THE LIVING AND DEATH ASSEMBLAGES OF BOSTON HARBOR, MASSACHUSETTS, USA

Boston Harbor is a natural urban harbor on the northeastern coast of the United States. The harbor’s watershed is home to more than one million people and has a long history of pollution. However, restoration efforts have greatly improved the harbor’s water quality over the past 50 years. In the early 1990s the Massachusetts Water Resources Authority (MWRA) began building a new wastewater treatment plant for Greater Boston on Deer Island. In 1991, the MWRA began an annual benthic monitoring program within the harbor. Sediment samples are collected using a 0.04 square-meter van Veen grab sampler, fixed with buffered formalin, and washed through a 0.5 mm sieve. Living tissues are died with Rose Bengal and all macrofaunal individuals are picked and identified. For the sample years 2021 and 2022 the MWRA, provided the sediment samples, which contain shelly molluscan material. These samples containing the death assemblage were washed through 1 mm and 2 mm sieves. The 1-2 mm size fraction is not included in the present analysis. All bivalve sells retaining at least half the hinge were identified and enumerated. The 2021 and 2022 data were pooled by sampling station for both the living and death assemblages in order to increase sample sizes.

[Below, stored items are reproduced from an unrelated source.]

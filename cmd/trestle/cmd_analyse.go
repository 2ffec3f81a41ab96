package main

import (
	"github.com/trestle-go/trestle/materials"
)

func runDemo(e env) error {
	fl := newFlags("demo", "trestle demo [flags]",
		`Analyses the demo stand built into trestle (a welded steel bench for a
small lathe on four loose levelling feet) and prints the full report:
governing numbers, mount stiffness, load share, member forces and
utilisation, checks and cautions. Works from any folder.`,
		"trestle demo\ntrestle demo --units us\ntrestle demo --json > demo.json", e)
	var of outputFlags
	of.add(fl)
	pos, err := fl.parse(e.args)
	if err != nil {
		return handled(err)
	}
	if err := fl.wantArgs(pos, 0, 0); err != nil {
		return err
	}
	u, err := parseUnits(of.units)
	if err != nil {
		return err
	}
	m, name, dyn, err := loadModel(demoArg, e.stdin)
	if err != nil {
		return err
	}
	a, err := analyse(m, name, materials.Nominal, dyn)
	if err != nil {
		return err
	}
	if of.json {
		return writeJSON(e.stdout, a.report)
	}
	writeAnalysis(e.stdout, a.report, u)
	return nil
}

func runAnalyse(e env) error {
	fl := newFlags("analyse", "trestle analyse [flags] FILE",
		`Analyses the stand in the model file FILE ("-": standard input): every load
case and combination, the stiffness at each mount, the load share between
feet, lift-off and tipping margin, member forces and utilisation.
Governing numbers come first, details after.`,
		"trestle analyse stand.toml\ntrestle analyse --level low --units us stand.toml\ncat stand.toml | trestle analyse --json -", e)
	var of outputFlags
	of.add(fl)
	level := fl.String("level", "nominal", "material values: `low`, nominal or high")
	pos, err := fl.parse(e.args)
	if err != nil {
		return handled(err)
	}
	if err := fl.wantArgs(pos, 1, 1); err != nil {
		return err
	}
	u, err := parseUnits(of.units)
	if err != nil {
		return err
	}
	l, err := parseLevel(*level)
	if err != nil {
		return err
	}
	m, name, dyn, err := loadModel(pos[0], e.stdin)
	if err != nil {
		return err
	}
	a, err := analyse(m, name, l, dyn)
	if err != nil {
		return err
	}
	if of.json {
		return writeJSON(e.stdout, a.report)
	}
	writeAnalysis(e.stdout, a.report, u)
	return nil
}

Initial analyses of the living and death assemblages show strong disagreement. Spearman’s rank-order correlation coefficients for all seven sampling stations are zero or negative while Chao’s similarity metric is less than 0.5 for six out of the seven stations. Pooling all 31 sampling years for the living data improves the rank-order correlation some, but does not change Chao’s similarity. Exploration of the life habits of the most abundant species in both assemblages show that the living assemblage has more deep-infaunal burrowers and surface deposit feeders while the death assemblage has more shallow-infaunal burrowers and suspension feeders. These results suggest that the molluscan fauna of Boston Harbor has undergone a major taxonomic and ecological shift. The precise causes of the changes are not yet known, but hypotheses include eutrophication from sewer effluent; increased sedimentation from deforestation and urban development; and industrial pollution. Unpublished results from silt deposition studies in the harbor and the loss of suspension feeders suggest increased siltation may be important.